その後ろ姿が、愛しくも、寂しくて、行かないでと言いたくなる気持ちを必死に堪える。
ああ、そうだ。
また佐藤さんの話を遮ってしまったかもしれない。
前回はチャイムが遮ったのだけれど。
この前から、一体佐藤さんが私に何を伝えたいのかわからない。
“私のほうが先に好きだったんだから、盗らないで”とか?
前に読んだ、大流行したというインターネット上で書かれた恋愛小説に、そんなシーンがあったような気がする。
あるいは“私○○が好きだから、応援してね”という、遠回しの牽制?
最後まで佐藤さんの話を聞いてから、胸元のことを言えばよかったと後悔する。
次の授業で、2人は戻ってこなかった。
2人がどこにいるのか、何をしているのか、何を話しているのか、気になって、授業に身が入らなかった。

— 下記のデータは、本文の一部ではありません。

package spanwright.exchange;

import static org.assertj.core.api.Assertions.assertThat;

import java.io.IOException;
import java.nio.file.Files;
import java.nio.file.Path;
import java.util.ArrayList;
import java.util.List;
import java.util.stream.IntStream;
import java.util.stream.LongStream;
import java.util.stream.Stream;
import org.junit.jupiter.api.Test;
import org.junit.jupiter.api.io.TempDir;
import org.junit.jupiter.params.ParameterizedTest;
import org.junit.jupiter.params.provider.MethodSource;
import spanwright.journal.Change;
import spanwright.journal.RecordKind;
import spanwright.network.Snapshot;
import spanwright.network.SnapshotEditor;
import spanwright.plant.FiberRange;
import spanwright.plants.RandomPlant;
import spanwright.records.Records;
import spanwright.records.RecordsView;
import spanwright.splicing.EndRange;
import spanwright.splicing.Joint;
import spanwright.splicing.JointKind;

/** Rows of one joint each become ranges, and neither the glass nor a fault's line is another for it. */
class JointLoadTest {

    private static final Path SMALL =
            Path.of(System.getProperty("repository.root"), "demo-data", "cases", "good", "small");

    @TempDir
    private Path temp;

    private SnapshotEditor editor = Snapshot.empty().edit();

    static LongStream seeds() {
        return LongStream.rangeClosed(1, 40);
    }

    @ParameterizedTest
    @MethodSource("seeds")
    void a_row_a_joint_is_the_same_glass_in_no_more_records(long seed) throws IOException {
        Records ranges = entered(RandomPlant.of(seed).changes());
        Records single = entered(single(RandomPlant.of(seed).changes()));
        FolderExport.write(single, temp.resolve("single"));
        Records folded = loaded(temp.resolve("single"));
        // The slow twin: every range taken apart again.
        assertThat(RecordTexts.of(entered(single(changes(folded)))))
                .as("seed " + seed)
                .isEqualTo(RecordTexts.of(single));
        assertThat(betweenLegs(folded)).as("seed " + seed).isLessThanOrEqualTo(betweenLegs(ranges));
        FolderExport.write(folded, temp.resolve("folded"));
        assertThat(RecordTexts.of(loaded(temp.resolve("folded"))))
                .as("seed " + seed)
                .isEqualTo(RecordTexts.of(folded));
    }

    private static long betweenLegs(Records records) {
        return records.joints()
                .list()
                .filter(joint -> !joint.a().leg().equals(joint.b().leg()))
                .count();
    }

    private static Records entered(List<Change> changes) {
        SnapshotEditor editor = Snapshot.empty().edit();
        changes.forEach(change -> assertThat(editor.apply(change)).isEmpty());
        assertThat(editor.finish()).isEmpty();
        return editor.build(1).records();
    }

    private static Records loaded(Path folder) {
        SnapshotEditor editor = Snapshot.empty().edit();
        assertThat(FolderLoad.load(folder, editor, FolderLoad.Progress.NONE)).isEmpty();
        return editor.build(1).records();
    }

    private static List<Change> changes(RecordsView records) {
        return Stream.of(RecordKind.values())
                .flatMap(kind ->
                        IntStream.range(0, records.limit(kind)).mapToObj(identity -> records.record(kind, identity)))
                .flatMap(Stream::ofNullable)
                .map(Change::add)
                .toList();
    }

    /** The same changes, each splice and termination of one end a side. */
    private static List<Change> single(List<Change> changes) {
        List<Change> single = new ArrayList<>();
        int identity = 1;
        for (Change change : changes) {
            if (change.after() instanceof Joint joint) {
                int step = joint.type() == JointKind.JUMPER ? joint.count() : 1;
                for (int from = 0; from < joint.count(); from += step) {
                    single.add(Change.add(part(joint, identity++, from, from + step - 1)));
                }
            } else {
                single.add(change);
            }
        }
        return single;
    }

    private static Joint part(Joint joint, int identity, int first, int last) {
        return new Joint(
                identity,
                joint.type(),
                joint.enclosure(),
                part(joint.a(), first, last),
                part(joint.b(), first, last),
                joint.facts());
    }

    private static EndRange part(EndRange ends, int first, int last) {
        return new EndRange(
                ends.leg(),
                new FiberRange(ends.numbers().at(first), ends.numbers().at(last)));
    }

    private List<String> load(String... splices) throws IOException {
        try (Stream<Path> files = Files.list(SMALL)) {
            for (Path file : files.toList()) {
                Files.copy(file, temp.resolve(file.getFileName()));
            }
        }
        Files.write(temp.resolve("splices.csv"), List.of(splices));
        Files.writeString(temp.resolve("terminations.csv"), "enclosure,panel,ports,end\n");
        editor = Snapshot.empty().edit();
        return FolderLoad.load(temp, editor, FolderLoad.Progress.NONE).stream()
                .map(fault -> fault.file() + ":" + fault.line() + " " + fault.text())
                .toList();
    }

    private List<String> joints() {
        return editor.build(1)
                .records()
                .joints()
                .list()
                .filter(joint -> joint.type() == JointKind.SPLICE)
                .map(joint -> joint.a().numbers() + " = " + joint.b().numbers())
                .toList();
    }

    @Test
    void rows_alike_that_count_on_are_one_range() throws IOException {
        assertThat(load(
                        "enclosure,tray,a,b,loss_db",
                        "E4,1,F-1 back 1,F-1 ahead 4,",
                        "E4,1,F-1 back 2,F-1 ahead 3,",
                        "E4,1,F-1 back 3,F-1 ahead 2,",
                        "E4,2,F-1 back 4,F-1 ahead 1,",
                        "E4,2,F-1 back 5,D-7 ahead 2,",
                        "E4,2,F-1 back 6,D-7 ahead 3,0.04",
                        "E4,2,F-1 back 7,D-7 ahead 4,0.04",
                        "E4,2,F-1 back 8,D-7 ahead 6,0.04",
                        "E4,2,F-1 back 9-10,D-7 ahead 7-8,0.04",
                        "E4,2,F-1 back 11,D-7 ahead 9,0.04",
                        "E4,2,F-1 back 13,D-7 ahead 10,0.04"))
                .isEmpty();
        assertThat(joints())
                .containsExactly(
                        "1-3 = 4-2", "4 = 1", "5 = 2", "6-7 = 3-4", "8 = 6", "9-10 = 7-8", "11 = 9", "13 = 10");
    }

    @Test
    void a_row_of_two_fibers_of_one_leg_stays_by_itself() throws IOException {
        assertThat(load("enclosure,a,b", "E4,F-1 back 1,F-1 back 2", "E4,F-1 back 3,F-1 back 4"))
                .isEmpty();
        assertThat(joints()).containsExactly("1 = 2", "3 = 4");
    }

    @Test
    void a_clash_within_a_range_stands_on_its_own_line() throws IOException {
        assertThat(load(
                        "enclosure,a,b",
                        "E4,F-1 back 7,D-7 ahead 7",
                        "E4,F-1 ahead 6,D-7 ahead 6",
                        "E4,F-1 ahead 7,D-7 ahead 7",
                        "E4,F-1 ahead 8,D-7 ahead 8"))
                .containsExactly("splices.csv:4 D-7 ahead 7 @ E4 is joined already, to F-1 back 7;"
                        + " each end is joined once (the earlier is splices.csv:2)");
    }

    @Test
    void a_clash_with_a_range_names_the_row_of_the_same_end() throws IOException {
        assertThat(load(
                        "enclosure,a,b",
                        "E4,F-1 back 1,D-7 ahead 4",
                        "E4,F-1 back 2,D-7 ahead 3",
                        "E4,F-1 back 3,D-7 ahead 2",
                        "E4,F-1 back 5,D-7 ahead 3",
                        "E4,F-1 back 3,D-7 ahead 9"))
                .hasSize(2)
                .satisfies(faults -> assertThat(faults.get(0)).endsWith("(the earlier is splices.csv:3)"))
                .satisfies(faults -> assertThat(faults.get(1)).endsWith("(the earlier is splices.csv:4)"));
    }
}
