package spanwright.sheet;

import java.util.ArrayList;
import java.util.LinkedHashMap;
import java.util.List;
import java.util.Map;
import spanwright.journal.Change;
import spanwright.network.SnapshotEditor;
import spanwright.records.Refusal;

/**
 * Enters what a sheet says: joints and states that it contradicts give way, those that it repeats stay as they are, and
 * of what it does not name nothing changes but this: an end whose joint is taken apart stays cut, in no state. One
 * thread's, for one posting.
 */
public final class SheetEntry {

    private final SnapshotEditor editor;
    private final List<LineRefusal> refusals = new ArrayList<>();
    private final SheetHeader header;
    private final int enclosure;

    private SheetEntry(SnapshotEditor editor, int enclosure, SheetHeader header) {
        this.editor = editor;
        this.enclosure = enclosure;
        this.header = header;
    }

    /**
     * Enters statements. Where anything is refused, the editor holds only part of them and must be thrown away.
     *
     * @param enclosure identity of the enclosure
     * @return why not, by line; empty where all are entered
     */
    public static List<LineRefusal> enter(
            SnapshotEditor editor, int enclosure, SheetHeader header, List<Statement> statements) {
        SheetEntry entry = new SheetEntry(editor, enclosure, header);
        entry.enter(statements);
        return entry.refusals;
    }

    private void enter(List<Statement> statements) {
        Map<String, List<Statement>> byJob = new LinkedHashMap<>();
        byJob.put("", new ArrayList<>());
        for (Statement statement : statements) {
            Statement whole = statement instanceof Statement.Joins joins
                    ? joins.saying(joins.words().under(header))
                    : statement;
            byJob.computeIfAbsent(whole.job(), job -> new ArrayList<>()).add(whole);
        }
        byJob.forEach((job, said) -> new EndEntry(this, job, said).enter());
        new CableEntry(this, header).enter(statements);
    }

    SnapshotEditor editor() {
        return editor;
    }

    int enclosure() {
        return enclosure;
    }

    /** Applies a change for a line, or notes what refuses it. */
    void apply(TextPlace place, Change change) {
        for (Refusal refusal : editor.apply(change)) {
            refusals.add(new LineRefusal(place, refusal));
        }
    }
}
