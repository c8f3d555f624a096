package spanwright.sheet;

import java.util.List;
import spanwright.splicing.EndRange;
import spanwright.splicing.JointKind;
import spanwright.splicing.LegKind;

/** Tells what two sides with an = between them are: a splice, a termination or a jumper. */
final class JoinReader {

    LineSaid join(TextPlace place, SaidSide a, SaidSide b, JointWords words) throws MistakeFound {
        if (a.isRest() != b.isRest()) {
            SaidSide rest = a.isRest() ? a : b;
            throw new MistakeFound(
                    rest.place(),
                    "rest-and-range",
                    "The rest is on one side only, so it is not clear which fiber joins which.",
                    "Write rest on both sides, or a range on both.");
        }
        if (a.isPort() || b.isPort()) {
            return new LineSaid.Whole(List.of(withPorts(place, a, b, words)));
        }
        refuse(words.direct() != null, place, "direct and pigtail are said of terminations.", "Leave it out.");
        refuse(words.length() != null, place, "A length is said of a jumper between two ports.", "Leave it out.");
        if (a.isRest()) {
            return new LineSaid.Rest(place, a, b, null, words);
        }
        return new LineSaid.Whole(List.of(
                joins(place, a, b, JointKind.SPLICE, a.leg().kind(), b.leg().kind(), words)));
    }

    private static void refuse(boolean wrong, TextPlace place, String text, String mend) throws MistakeFound {
        if (wrong) {
            throw new MistakeFound(place, "word-not-here", text, mend);
        }
    }

    private static Statement withPorts(TextPlace place, SaidSide a, SaidSide b, JointWords words) throws MistakeFound {
        if (a.isPort() && b.isPort()) {
            SaidSide rear = a.face() == LegKind.REAR ? a : b;
            if (rear.face() == LegKind.REAR) {
                throw new MistakeFound(
                        rear.place(),
                        "rear-or-front",
                        "A rear takes a fiber or a splitter's end, and a port joins another port by a jumper between"
                                + " their fronts.",
                        "Leave rear out for a jumper, or name fibers on the other side.");
            }
            return joins(place, a, b, JointKind.JUMPER, LegKind.FRONT, LegKind.FRONT, words);
        }
        SaidSide ports = a.isPort() ? a : b;
        SaidSide glass = a.isPort() ? b : a;
        if (ports.face() == LegKind.FRONT) {
            throw new MistakeFound(
                    ports.place(),
                    "rear-or-front",
                    "A front takes a jumper or a circuit; fibers are brought to the rear.",
                    "Write rear, or nothing.");
        }
        refuse(words.length() != null, place, "A length is said of a jumper between two ports.", "Leave it out.");
        return joins(
                place,
                ports,
                glass,
                JointKind.TERMINATION,
                LegKind.REAR,
                glass.leg().kind(),
                words);
    }

    private static Statement joins(
            TextPlace place, SaidSide a, SaidSide b, JointKind type, LegKind aKind, LegKind bKind, JointWords words)
            throws MistakeFound {
        EndRange one = a.ends(aKind);
        EndRange other = b.ends(bKind);
        if (one.count() != other.count()) {
            throw new MistakeFound(
                    b.place(),
                    "sides-unlike",
                    "There are " + one.count() + " on one side and " + other.count() + " on the other."
                            + tubeSizes(a, b),
                    "Both sides have the same count: split the line, and say of the ends left over that they are"
                            + " capped or stored.");
        }
        return new Statement.Joins(place, a.place(), b.place(), type, one, other, words);
    }

    private static String tubeSizes(SaidSide a, SaidSide b) {
        CableLeg one = a.cable();
        CableLeg other = b.cable();
        if (one == null
                || other == null
                || one.type().fibersPerTube() == other.type().fibersPerTube()) {
            return "";
        }
        return " A tube of " + one.cable().code() + " holds " + one.type().fibersPerTube() + " fibers, one of "
                + other.cable().code() + " " + other.type().fibersPerTube() + ".";
    }
}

なんとか黒板を書き写すことはできたし、先生の言っていることも聞き取れた。
それでも、すぐに気がそれそうになって、頬をつねった。
放課後になって、2人は戻ってきた。
私が帰ろうと鞄を肩にかけたときだった。
佐藤さんは泣いたのか、少し目が腫れている。
永那ちゃんと一瞬目が合って、困ったように笑った。
私は話しかけるべきか少し迷って、永那ちゃんが、席についた佐藤さんの頭を撫でるのを見て、教室から出た。
佐藤さんは嬉しそうに笑って、撫でられていた。
心に薄い靄がかかる。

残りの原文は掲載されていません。